A tenor de estudios recientes, está demostrado que la causa más común y a la vez más profunda de las decisiones judiciales erróneas en materia penal son las que se comenten por el uso indebido o excesivo de la prisión provisional o, lo que es igual, en la funesta propensión de algunos jueces al mal uso o abuso de esa medida cautelar. Todo es preferible, antes que el error del encarcelamiento de un inocente.
La sola posibilidad de que alguien pague por un delito que no ha cometido o purgue en prisión provisional por unos hechos que después, en juicio oral, se demuestra que no es culpable, sobrecoge o debería sobrecoger la conciencia del juez. La pena, lo mismo que la prisión preventiva, solamente se justifican si del juicio oral o de la fase de instrucción resulta incontrovertible que el acusado es culpable o que en contra del imputado o investigado los indicios racionales de criminalidad son realmente sólidos. En la legislación imperial se encarecía a los jueces que sólo condenasen o encarcelasen provisionalmente sobre la base de “pruebas indubitables y más claras que la luz”.
¿En cuánto se indemniza a una persona a la que por equivocación se le ha arruinado una buena parte de su vida?
Ante la absolución de su cliente, los abogados de Sandro Rosell han declarado que “alguien debe asumir responsabilidades” y anuncian que “exigirán una indemnización millonaria por los daños patrimoniales y personales que se le han ocasionado”. En este sentido, confío en que les sirva de ayuda la reciente sentencia del Tribunal Constitucional 85/2019, de 19 de junio, que en la cuestión interna de inconstitucionalidad planteada por el Pleno, con su estimación, declaró la inconstitucionalidad y nulidad del artículo 294.1 de la Ley Orgánica del Poder Judicial que limitaba la indemnización por prisión preventiva de quien luego es absuelto al supuesto de “inexistencia del hecho imputado”, lo que significa que en adelante cualquier ciudadano que hubiera estado en prisión provisional y luego fuera absuelto tendrá derecho a ser indemnizado con independencia del motivo que lo fuera.
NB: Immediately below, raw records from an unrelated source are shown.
package envelope

import (
	"math"
	"testing"

	"github.com/trussfleet/trussfleet/internal/proptest"
	"github.com/trussfleet/trussfleet/screening/traffic"
	"pgregory.net/rapid"
)

func TestExactNeverBeatenAndReproduced(t *testing.T) {
	proptest.Check(t, func(t *rapid.T) {
		x, ord := genLines(t)
		tr := genTrain(t)
		if err := tr.Validate(); err != nil {
			t.Skip(err)
		}
		res, err := Compute(x, ord, tr, Options{})
		if err != nil {
			t.Fatal(err)
		}
		for i, eta := range ord {
			scale := forceScale(x, eta, tr)
			for _, c := range senses(res[i]) {
				var brute float64
				if tr.Uniform != nil {
					brute = bruteUniform(x, eta, *tr.Uniform, c.sense)
				} else {
					brute = bruteTrain(x, eta, tr, c.sense)
				}
				tol := 1e-9 * scale
				if c.sense*(brute-c.e.Value) > tol {
					t.Fatalf("member %d sense %v: brute force %v beats exact %v (%+v)", i, c.sense, brute, c.e.Value, c.e.Placement)
				}
				if c.sense*c.e.Value < 0 {
					t.Fatalf("member %d sense %v: extreme %v has the wrong sign", i, c.sense, c.e.Value)
				}
				if !c.e.Loaded {
					if c.e.Value != 0 {
						t.Fatalf("member %d: unloaded extreme %v", i, c.e.Value)
					}
					continue
				}
				var got float64
				p := c.e.Placement
				if tr.Uniform != nil {
					if l := p.LoadedToM - p.LoadedFromM; l > tr.Uniform.MaxM+1e-9 || (l < tr.Uniform.MinM-1e-9 && p.LoadedFromM > x[0] && p.LoadedToM < x[len(x)-1]) {
						t.Fatalf("member %d: infeasible interval [%v, %v]", i, p.LoadedFromM, p.LoadedToM)
					}
					got = tr.Uniform.QKNPerM * integralRef(x, eta, p.LoadedFromM, p.LoadedToM, identity)
				} else {
					var ok bool
					if got, ok = placementGives(x, eta, tr, p, c.sense, c.e.Value, 1e-7*scale); ok {
						continue
					}
				}
				// a limit placement stands 1e-9 span off a jump: its value may differ by the slope times that
				if math.Abs(got-c.e.Value) > 1e-7*scale {
					t.Fatalf("member %d sense %v: placement %+v gives %v, reported %v", i, c.sense, p, got, c.e.Value)
				}
			}
		}
	})
}

// TestLongConsistReduction: a consist whose counts all exceed those the sweep needs (short
// span, long wagons) must give the brute force's extremes over every count, with placements
// that reproduce them on the train actually counted.
func TestLongConsistReduction(t *testing.T) {
	x := []float64{0, 3, 6, 9, 12}
	ord := [][]float64{{0, -0.4, 0.7, 0.3, 0}, {0, 0.5, 1, 0.5, 0}, {1, 0.2, -0.3, 0.1, -0.6}}
	loco := traffic.Vehicle{Name: "loco", LengthM: 9, Axles: []traffic.Axle{{AtM: 1.5, LoadKN: 20}, {AtM: 7.5, LoadKN: 20}}}
	wagon := traffic.Vehicle{Name: "wagon", LengthM: 7, Axles: []traffic.Axle{{AtM: 1, LoadKN: 90}, {AtM: 2.6, LoadKN: 180}, {AtM: 6.1, LoadKN: 300}}}
	for _, counts := range [][2]int{{6, 9}, {1, 12}, {4, 4}} {
		tr := &traffic.Train{Name: "long", Consist: []traffic.Group{{Vehicle: loco, Min: 1, Max: 1}, {Vehicle: wagon, Min: counts[0], Max: counts[1]}}}
		res, err := Compute(x, ord, tr, Options{})
		if err != nil {
			t.Fatal(err)
		}
		for i, eta := range ord {
			for _, c := range senses(res[i]) {
				brute := bruteTrain(x, eta, tr, c.sense)
				if math.Abs(brute-c.e.Value) > 1e-6 {
					t.Errorf("counts %v member %d sense %v: exact %v, brute force %v", counts, i, c.sense, c.e.Value, brute)
				}
				p := c.e.Placement
				if !p.Loaded {
					continue
				}
				if p.Count < counts[0] || p.Count > counts[1] {
					t.Errorf("counts %v: reported count %d", counts, p.Count)
				}
				if got := responseRef(x, eta, tr, placedRef{p.Direction, p.HeadM, p.Count, 0}, c.sense); math.Abs(got-c.e.Value) > 1e-5 {
					t.Errorf("counts %v member %d: placement %+v gives %v, reported %v", counts, i, p, got, c.e.Value)
				}
			}
		}
	}
}
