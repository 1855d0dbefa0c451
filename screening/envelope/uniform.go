package envelope

import (
	"math"
	"slices"
)

// uniform places a uniform load of variable length over each member's best feasible
// interval [a, b]: b - a <= max, and b - a >= min unless the interval touches a bearing.
//
// The force q(E(b) - E(a)), E the integral of the line, is separable and piecewise quadratic.
// At the best interval each end is either at a stationary point of E (a zero crossing, a
// vertex of the refined grid), at a vertex, at a bearing, or on a length bound b - a = L, on
// which the force is a quadratic in a between the positions where a or a + L passes a
// vertex. So the candidates are all pairs of refined vertices, the intervals of length max
// from each bearing, and the best interval of each bounding length, found piece by piece.
func (c *Calculator) uniform(l *Lines, ld *Load, out []Extremes) []Extremes {
	u := ld.uniform
	gr := l.refinedGrid(0)
	m, nx := c.m, len(gr.x)
	x0, xl := l.x0, l.xl
	span := xl - x0
	tol := 1e-9 * max(1, span)
	out = slices.Grow(out[:0], m)[:m]
	for i := range m {
		best := [2]uniformBest{}
		e := func(j int) float64 { return gr.area[j*m+i] }
		offer := func(a, b, v float64) {
			for s, sign := range [2]float64{1, -1} {
				if sign*v > sign*best[s].v {
					best[s] = uniformBest{v: v, a: a, b: b, ok: true}
				}
			}
		}
		feasible := func(a, b float64) bool {
			n := b - a
			return n <= u.MaxM+tol && (n >= u.MinM-tol || a <= x0+tol || b >= xl-tol)
		}
		for ja := range nx {
			for jb := ja + 1; jb < nx; jb++ {
				if feasible(gr.x[ja], gr.x[jb]) {
					offer(gr.x[ja], gr.x[jb], e(jb)-e(ja))
				}
			}
		}
		if u.MaxM < span {
			offer(x0, x0+u.MaxM, areaTo(gr, i, m, x0+u.MaxM))
			offer(xl-u.MaxM, xl, e(nx-1)-areaTo(gr, i, m, xl-u.MaxM))
		}
		for _, L := range [2]float64{u.MinM, u.MaxM} {
			if L > 0 && L < span {
				c.band(gr, i, L, offer)
			}
		}
		out[i] = Extremes{Max: best[0].extreme(u.QKNPerM, u.MinM, u.MaxM, x0, xl, tol), Min: best[1].extreme(u.QKNPerM, u.MinM, u.MaxM, x0, xl, tol)}
	}
	return out
}

type uniformBest struct {
	v, a, b float64
	ok      bool
}

func (ub uniformBest) extreme(q, minM, maxM, x0, xl, tol float64) Extreme {
	if !ub.ok || math.Abs(q*ub.v) < 1e-9 {
		return Extreme{}
	}
	// An end within the tolerance of a bearing is at the bearing: an interval of bounding
	// length laid from the far end (a = xl - L, b = a + L) may miss it by a rounding.
	if ub.a <= x0+tol {
		ub.a = x0
	}
	if ub.b >= xl-tol {
		ub.b = xl
	}
	p := Placement{Loaded: true, LoadedFromM: ub.a, LoadedToM: ub.b, HeadM: ub.b}
	p.LengthM = min(max(minM, ub.b-ub.a), maxM)
	if ub.b >= xl-tol && ub.a > x0+tol {
		// A train leaving to the right is one entering from the right, front at a.
		p.Direction, p.HeadM = RightToLeft, ub.a
	}
	return Extreme{Value: q * ub.v, Placement: p}
}

// band offers the best intervals of length L along member i's line: h(a) = E(a+L) - E(a) is
// quadratic between the positions where a or a + L passes a vertex, with h'(a) =
// eta(a+L) - eta(a) linear there.
func (c *Calculator) band(gr *grid, i int, L float64, offer func(a, b, v float64)) {
	m := c.m
	x0, xl := gr.x[0], gr.x[len(gr.x)-1]
	brk := make([]float64, 0, 2*len(gr.x))
	for _, x := range gr.x {
		if x <= xl-L {
			brk = append(brk, x)
		}
		if x-L >= x0 {
			brk = append(brk, x-L)
		}
	}
	brk = append(brk, xl-L)
	slices.Sort(brk)
	brk = slices.Compact(brk)
	h := func(a float64) float64 { return areaTo(gr, i, m, a+L) - areaTo(gr, i, m, a) }
	dh := func(a float64) float64 { return etaAt(gr, i, m, a+L) - etaAt(gr, i, m, a) }
	for k, a := range brk {
		offer(a, a+L, h(a))
		if k+1 == len(brk) {
			break
		}
		b := brk[k+1]
		da, db := dh(a), dh(b)
		if da*db < 0 {
			t := a + (b-a)*da/(da-db)
			offer(t, t+L, h(t))
		}
	}
}

// etaAt is member i's ordinate at p inside the span (refined grid).
func etaAt(gr *grid, i, m int, p float64) float64 {
	k := segment(gr.x, p)
	x0, x1 := gr.x[k], gr.x[k+1]
	return gr.eta[k*m+i] + (gr.eta[(k+1)*m+i]-gr.eta[k*m+i])*(p-x0)/(x1-x0)
}

// areaTo is the integral of member i's line from the left bearing to p inside the span.
func areaTo(gr *grid, i, m int, p float64) float64 {
	k := segment(gr.x, p)
	t := p - gr.x[k]
	e0, e1 := gr.eta[k*m+i], gr.eta[(k+1)*m+i]
	slope := (e1 - e0) / (gr.x[k+1] - gr.x[k])
	return gr.area[k*m+i] + e0*t + slope*t*t/2
}

// segment is the index k of the segment [x[k], x[k+1]] holding p, clamped to the span.
func segment(x []float64, p float64) int {
	k, _ := slices.BinarySearch(x, p)
	return min(max(k-1, 0), len(x)-2)
}
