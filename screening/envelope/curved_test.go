package envelope

import (
	"math"
	"testing"

	"github.com/trussfleet/trussfleet/internal/proptest"
	"github.com/trussfleet/trussfleet/screening/traffic"
	"github.com/trussfleet/trussfleet/screening/truss"
	"github.com/trussfleet/trussfleet/screening/truss/trusstest"
	"pgregory.net/rapid"
)

// TestSparseEqualsDense: the sweep that brings each member up to date only at its own events
// (sweepSparse) gives the extremes of the sweep that moves every member at every event, for
// trains with parts applied whole or cut at the unfavourable length, on lines with and without
// jumps at the bearings (where the dense sweep runs both). Reference: the dense event sweep
// (plainSweeps.denseCurved), itself checked against the brute force in property_test.go;
// placements are checked by reproducing their value with the independent reference response.
func TestSparseEqualsDense(t *testing.T) {
	proptest.Check(t, func(t *rapid.T) {
		x, ord := genLines(t)
		tr := genTrain(t)
		if err := tr.Validate(); err != nil {
			t.Skip(err)
		}
		shortcutAgrees(t, x, ord, tr, plainSweeps{denseCurved: true})
	})
}

// TestCooperOnPrattSparse: Cooper E80 (its trailing load cut at the unfavourable length) over
// a 96 m, 16-panel Pratt truss: the sparse sweep agrees with the dense one for every member
// and with the brute force (fine stepping, every cut length ending on a vertex or zero
// crossing) for every seventh. Lines by the method of sections (common practice).
func TestCooperOnPrattSparse(t *testing.T) {
	x, labels, ord := prattLines(96, 11, 16)
	cooperSparseAgrees(t, x, labels, ord, 7, true)
}

// TestCooperOnContinuousTrussSparse: Cooper E80 over a Howe truss continuous over three 64 m
// spans (lines by the stiffness method, screening/analysis; kinks at every panel point,
// several sign changes, the rounding noise of computed lines): the sparse sweep against the
// dense one for every member, and the brute force must not beat it on three members (its
// stepping may fall short of a stationary point there, so it bounds from one side only).
func TestCooperOnContinuousTrussSparse(t *testing.T) {
	lines, ord := trusstest.InfluenceLines(t, truss.Params{Type: "howe", SpanM: 64, Panels: 12, DepthM: 8, Spans: 3})
	labels := make([]string, len(lines.Members))
	for i, m := range lines.Members {
		labels[i] = m.Label
	}
	cooperSparseAgrees(t, lines.X, labels, ord, 30, false)
}

// cooperSparseAgrees checks Cooper E80's sparse sweep over the lines against the dense sweep
// (shortcutAgrees) and, on every every-th member, against the brute force: equal to 1e-6 of
// the force scale where twoSided, else not beaten by it beyond 1e-9.
func cooperSparseAgrees(t *testing.T, x []float64, labels []string, ord [][]float64, every int, twoSided bool) {
	t.Helper()
	tr := traffic.Cooper(80)
	shortcutAgrees(t, x, ord, tr, plainSweeps{denseCurved: true})
	l, ld := prepared(t, x, ord, tr)
	var c Calculator
	got, err := c.Envelope(l, ld, Options{}, nil)
	if err != nil {
		t.Fatal(err)
	}
	for i := 0; i < len(ord); i += every {
		scale := forceScale(x, ord[i], tr)
		for _, s := range senses(got[i]) {
			brute := bruteTrain(x, ord[i], tr, s.sense)
			if (twoSided && math.Abs(brute-s.e.Value) > 1e-6*scale) || s.sense*(brute-s.e.Value) > 1e-9*scale {
				t.Fatalf("%s sense %v: brute force %v, sparse sweep %v", labels[i], s.sense, brute, s.e.Value)
			}
		}
	}
}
No es sencillo averiguar la manera de reparar los daños, siempre irreparables o de casi imposible reparación, de un error. ¿En cuánto se indemniza a una persona a la que por equivocación se le ha arruinado una buena parte de su vida? En el caso del Rafael Ricardi los 13 años de cárcel sufridos se cuantificaron en 1.000.000 de euros. Si echamos cuentas, la desproporción es evidente. Qué poco vale la libertad.
Con tan “bajos precios” no es extraño que la gente piense que los jueces no se anden con muchos remilgos a la hora de mandar a la gente a chirona o que casi nadie se alarme ante tan anormal funcionamiento de la administración de justicia. Corremos el riesgo de acostumbrarnos al error como si formara parte del destino y hasta es posible que se repita el dicho de Antonio en Los novios de que “a quien le toca, le toca”.
Cuenta la historia que a raíz de que se descubrirse el atroz error judicial del caso Jean Calas, un grito de horror se produjo en toda Europa. Ante la situación, el gobierno de Francia decidió llamar al presidente del tribunal que condenó a Calas. Cuando el ministro de Justicia le pidió explicaciones, el presidente, excusándose, dijo:
–Señor ministro, no hay caballo, por bueno que sea, que no tropiece.
–Lo admito, pero esta vez ha tropezado toda la recua –respondió el ministro–, que lo era el Cardenal Richelieu.
*** Javier Gómez de Liaño es abogado y consejero de EL ESPAÑOL.